For 16 additional differentially regulated candidate genes, real-time PCR was applied in triplicate experiments. In Table 2 , relative gene expression values (fold changes) between DCIS and corresponding invasive components are listed. In agreement with the microarray results, real-time PCR shows the up-regulation of pleckstrin homology domain containing member 1 (PLEKHC1), MADS box transcription enhancer factor 2 (MEF2C), biglycan (BGN), periostin (POSTN), olfactomedin-like 2B (OLFML2B), fibroblast activation protein (FAP), W46291 (Affymetrix-ID, 213790_at), ras-induced senescence 1 (RIS1), tumor necrosis factor--induced protein 6 (TNFAIP6), leucine-rich repeat containing 15 (LRRC15), gremlin 1 homologue (GREM1), squamous cell carcinoma antigen recognized by T cell 2 (SART2), and dapper homologue 1 (DACT1) and down-regulation of bullous pemphigoid antigen 1 (BPAG1) in IDC (see Supplementary data 3). Up-regulation for large tumor suppressor homologue 2 (LATS2) and W74476 (Affymetrix-ID, 226997_at), not included in the list derived from the statistical computations because they are only represented on the HG U133 2.0 Plus array, also corroborate microarray data.
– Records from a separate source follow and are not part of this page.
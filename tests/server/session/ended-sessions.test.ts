import { beforeEach, expect, test } from 'vitest';
import type TestAgent from 'supertest/lib/agent';
import { addTestPerson, anId, openTestApp, testPassword, type TestPerson } from '../../support/test-app';
import { cookieOf, cookiePairOf, eventsAbout } from './session-support';

const app = openTestApp();

beforeEach(async () => {
  await app.db('sign_in_attempts').delete();
});

async function signIn(person: TestPerson): Promise<TestAgent> {
  const agent = app.anyone();
  await agent.post('/api/session').send({ staffNumber: person.staffNumber, password: testPassword }).expect(200);
  return agent;
}

async function aLead(): Promise<TestPerson> {
  return addTestPerson(app, { role: 'lead', facilityId: app.facilities.A });
}

test('an id that was known before the sign-in is worth nothing after it', async () => {
  const { staffNumber } = app.person('lead');
  const planted = 'paperside=s%3AAAAAAAAAAAAAAAAAAAAAAAAAAAAAAAAA.forged';
  const reply = await app
    .anyone()
    .post('/api/session')
    .set('Cookie', planted)
    .send({ staffNumber, password: testPassword })
    .expect(200);
  expect(cookiePairOf(reply)).not.toBe(planted);
  await app.anyone().get('/api/session').set('Cookie', planted).expect(401);

  // Also one of our own making: somebody signs in, and a second person at the same browser gets another.
  const agent = app.anyone();
  const first = await agent.post('/api/session').send({ staffNumber, password: testPassword }).expect(200);
  const second = await agent.post('/api/session').send({ staffNumber, password: testPassword }).expect(200);
  expect(cookiePairOf(second)).not.toBe(cookiePairOf(first));
  await app.anyone().get('/api/session').set('Cookie', cookiePairOf(first)).expect(401);
  await app.anyone().get('/api/session').set('Cookie', cookiePairOf(second)).expect(200);
});

test('a forged or cut-off cookie is nobody, and no failure of ours', async () => {
  for (const cookie of ['paperside=x', 'paperside=s%3Aabc.def', 'paperside=', `paperside=${'s%3A'.repeat(900)}`]) {
    const reply = await app.anyone().get('/api/session').set('Cookie', cookie);
    expect(reply.status, cookie.slice(0, 30)).toBe(401);
  }
});

test('signing out ends this session, takes the cookie back, and may be done twice', async () => {
  const person = await aLead();
  const agent = await signIn(person);
  const other = await signIn(person);
  const reply = await agent.delete('/api/session').expect(204);
  expect(cookieOf(reply)).toMatch(/^paperside=; .*Expires=Thu, 01 Jan 1970/);
  expect((await agent.get('/api/session').expect(401)).body).toMatchObject({ code: 'session.none' });
  await agent.delete('/api/session').expect(204);
  await other.get('/api/session').expect(200);
  expect(await eventsAbout(app.db, person.id)).toMatchObject([
    { kind: 'person.signed-in' },
    { kind: 'person.signed-in' },
    { kind: 'person.signed-out', actor_id: person.id, payload: { everywhere: false } },
  ]);
});

test('signing out everywhere ends every session of this person, and nobody else’s', async () => {
  const person = await aLead();
  const [here, there, stranger] = [await signIn(person), await signIn(person), await app.as('lead')];
  await here.post('/api/session/sign-out-everywhere').send({}).expect(204);
  await here.get('/api/session').expect(401);
  await there.get('/api/session').expect(401);
  await stranger.get('/api/session').expect(200);
  expect((await eventsAbout(app.db, person.id)).at(-1)).toMatchObject({
    kind: 'person.signed-out',
    payload: { everywhere: true },
  });
  const again = await signIn(person);
  await again.get('/api/session').expect(200);
});

test('a session that began before a sign-out everywhere is out, even if the store still holds it', async () => {
  const person = await aLead();
  const agent = await signIn(person);
  const other = await signIn(person);
  const kept = await app
    .db('session')
    .whereRaw(`sess #>> '{passport,user,personId}' = ?`, [person.id])
    .select<{ sid: string; sess: object; expire: Date }[]>();
  app.clock.advance({ seconds: 1 });
  await other.post('/api/session/sign-out-everywhere').send({}).expect(204);
  await app.db('session').insert(kept.map((row) => ({ ...row, sess: JSON.stringify(row.sess) })));
  expect((await agent.get('/api/session').expect(401)).body).toMatchObject({ code: 'session.expired' });
});

test('an act under way cannot bring back a session that has been ended meanwhile', async () => {
  const person = await aLead();
  const [agent, other] = [await signIn(person), await signIn(person)];
  app.clock.advance({ minutes: 1 });
  await Promise.all([
    ...Array.from({ length: 12 }, () => agent.get('/api/session')),
    other.post('/api/session/sign-out-everywhere').send({}),
  ]);
  await agent.get('/api/session').expect(401);
  expect(await app.db('session').whereRaw(`sess::text like ?`, [`%${person.id}%`])).toEqual([]);
});

test('a person who is switched off is out at the very next request, and back in only anew', async () => {
  const person = await aLead();
  const agent = await signIn(person);
  const administrator = await app.as('administrator');
  const change = async (isDisabled: boolean) => {
    const { version } = await app.db('people').where({ id: person.id }).first<{ version: number }>('version');
    await administrator.patch(`/api/people/${person.id}`).send({ requestId: anId(), version, isDisabled }).expect(200);
  };
  await change(true);
  expect((await agent.get('/api/session').expect(401)).body).toMatchObject({ code: 'session.expired' });
  await change(false);
  await agent.get('/api/session').expect(401);
  await (await signIn(person)).get('/api/session').expect(200);
});

test('a person who is switched off behind the sessions’ back is out all the same', async () => {
  const person = await aLead();
  const agent = await signIn(person);
  await app.db('people').where({ id: person.id }).update({ is_disabled: true });
  await agent.get('/api/session').expect(401);
});

test('a person in another role signs in again for it', async () => {
  const person = await aLead();
  const agent = await signIn(person);
  const administrator = await app.as('administrator');
  await administrator
    .patch(`/api/people/${person.id}`)
    .send({ requestId: anId(), version: 1, role: 'operating-room' })
    .expect(200);
  await agent.get('/api/session').expect(401);
  const reply = await (await signIn(person)).get('/api/session').expect(200);
  expect(reply.body).toMatchObject({ person: { role: 'operating-room' } });
});

test('a surveyor is out at the very instant their time ends, however busy', async () => {
  const person = await addTestPerson(app, {
    role: 'surveyor',
    facilityId: app.facilities.A,
    expiresAt: new Date(app.clock.now().getTime() + 300_000),
  });
  const agent = await signIn(person);
  app.clock.advance({ seconds: 299 });
  await agent.get('/api/session').expect(200);
  app.clock.advance({ seconds: 1 });
  expect((await agent.get('/api/session').expect(401)).body).toMatchObject({ code: 'session.expired' });
});

test('a person taken out of a facility is out of it', async () => {
  const person = await aLead();
  const agent = await signIn(person);
  await app.db('memberships').where({ person_id: person.id }).delete();
  await agent.get('/api/session').expect(401);
});
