describe('closing a load', () => {
  async function readyLoad() {
    const technician = await app.as('technician');
    const { runId, packages } = await stagedRun(app, bay.pouch.id, 2);
    const loadId = await openLoad(technician, bay, { runId });
    await scan(technician, loadId, bay.racks[0].placeCode);
    const place = { kind: 'holder', holderId: bay.racks[0].id } as const;
    for (const one of packages) await scan(technician, loadId, one.code, place);
    return { technician, loadId, packages, place };
  }

  const close = async (loadId: string) =>
    (await app.as('technician')).post(`/api/loads/${loadId}/close`).send({ requestId: anId() });

  async function shelfOfRack(loadId: string): Promise<{ full: string; empty: string }> {
    const { view } = await detailOf(await app.as('technician'), loadId);
    const full = view.holders[0]?.shelfId ?? '';
    return { full, empty: full === bay.lower.id ? bay.upper.id : bay.lower.id };
  }

  it('is refused at the server until everything is scanned and counted, naming what is missing, and told in the history', async () => {
    const { technician, loadId, packages } = await readyLoad();
    const [one] = packages;
    const uncounted = await close(loadId);
    expect(uncounted.status).toBe(422);
    expect(problemOf(uncounted.body)).toMatchObject({ code: 'load.close-refused' });
    expect(
      problemOf(uncounted.body)
        .fields?.map((field) => field.detail)
        .join(),
    ).toMatch(/Lower shelf.*Upper shelf/);
    expect((await detailOf(technician, loadId)).summary.state).toBe('building');

    const { full, empty } = await shelfOfRack(loadId);
    await countShelf(technician, loadId, empty, 0);
    await countShelf(technician, loadId, full, 3);
    const differs = await close(loadId);
    expect(problemOf(differs.body).fields?.map((field) => field.detail)).toEqual([
      expect.stringMatching(/counted 3, scanned 2/),
    ]);

    await countShelf(technician, loadId, full, 2);
    await edit(technician, loadId, [
      {
        edit: 'place',
        packageId: one?.id ?? '',
        placement: { at: 'shelf', shelfId: full, xMm: mm(300), yMm: mm(500), turn: 0, pose: 'flat', paper: 'down' },
      },
    ]);
    const flat = await close(loadId);
    expect(flat.status).toBe(422);
    const history = await technician.get(`/api/loads/${loadId}/history`);
    expect((history.body as { events: { kind: string }[] }).events[0]?.kind).toBe('load.close-refused');
    await giveUp(loadId);
  });

  it('keeps who, when, rule set, findings, counts and a digest that anybody can compute again', async () => {
    const { technician, loadId, packages } = await readyLoad();
    const { full, empty } = await shelfOfRack(loadId);
    await countShelf(technician, loadId, empty, 0);
    await countShelf(technician, loadId, full, 2);
    const reply = await close(loadId);
    expect(reply.status).toBe(200);
    const closing = reply.body as { digest: string; ruleSet: string };
    const row = await app.db('loads').where({ id: loadId }).first<Record<string, unknown>>();
    expect(row).toMatchObject({
      state: 'closed',
      rule_set: closing.ruleSet,
      closed_by: app.person('technician').id,
      contents_digest: closing.digest,
    });
    // RFC 8785 orders the members of an object by name; done here apart from the code under test.
    const sorted = (value: unknown): unknown =>
      Array.isArray(value)
        ? value.map(sorted)
        : typeof value === 'object' && value !== null
          ? Object.fromEntries(
              Object.entries(value)
                .sort(([a], [b]) => (a < b ? -1 : 1))
                .map(([key, inner]) => [key, sorted(inner)]),
            )
          : value;
    const again = createHash('sha256')
      .update(JSON.stringify(sorted(row.contents)))
      .digest('hex');
    expect(again).toBe(closing.digest);
    expect(row.verdict).toMatchObject({ counts: expect.any(Array) as unknown, policyNumber: 1 });
    for (const one of packages) expect(await packageRow(app, one.id)).toMatchObject({ state: 'in-load' });

    const before = await loadSnapshot(app);
    for (const [path, body] of [
      ['scans', { raw: packages[0]?.code, entry: 'wedge', place: null }],
      ['edits', { edits: [{ edit: 'take-off', packageId: packages[0]?.id }] }],
      ['undo', { undoing: 'Scan' }],
      ['counts', { shelfId: full, counted: 9 }],
      ['close', {}],
      ['abandon', { reason: 'Changed my mind' }],
    ] as const) {
      const late = await technician.post(`/api/loads/${loadId}/${path}`).send({ requestId: anId(), ...body });
      expect({ path, status: late.status, code: problemOf(late.body).code }).toEqual({
        path,
        status: 422,
        code: 'load.not-in-that-state',
      });
    }
    expect(await loadSnapshot(app)).toBe(before);
  });

  it('happens once when two press at once', async () => {
    const { technician, loadId } = await readyLoad();
    const { full, empty } = await shelfOfRack(loadId);
    await countShelf(technician, loadId, empty, 0);
    await countShelf(technician, loadId, full, 2);
    const lead = await app.as('lead');
    const replies = await Promise.all([
      technician.post(`/api/loads/${loadId}/close`).send({ requestId: anId() }),
      lead.post(`/api/loads/${loadId}/close`).send({ requestId: anId() }),
    ]);
    expect(replies.map((reply) => reply.status).sort()).toEqual([200, 422]);
    expect(await app.db('audit_events').where({ load_id: loadId, kind: 'load.closed' })).toHaveLength(1);
  });

  it('is refused while a package on it has been called back since it was scanned', async () => {
    const { technician, loadId, packages } = await readyLoad();
    const { full, empty } = await shelfOfRack(loadId);
    await countShelf(technician, loadId, empty, 0);
    await countShelf(technician, loadId, full, 2);
    await putInState(app, packages[0]?.id ?? '', { state: 'recalled' });
    const reply = await close(loadId);
    expect(reply.status).toBe(422);
    await giveUp(loadId);
    // Giving a load up never makes a package loadable again that was called back.
    expect(await packageRow(app, packages[0]?.id ?? '')).toMatchObject({ state: 'recalled' });
  });
});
View larger version (87K): [in this window] [in a new window]   Figure 3. Localization of TNFAIP6 transcript by in situ hybridization. Antisense riboprobe for TNFAIP6 specifically detects the mRNA in epithelial cells (A, B, and D). Specific signal is represented by a blue precipitate in the cytoplasm (original magnification, x20; in A to C). C, sense riboprobe for TNFAIP6, used as negative control, detects no transcript. D, x40 magnification of the insert in (B).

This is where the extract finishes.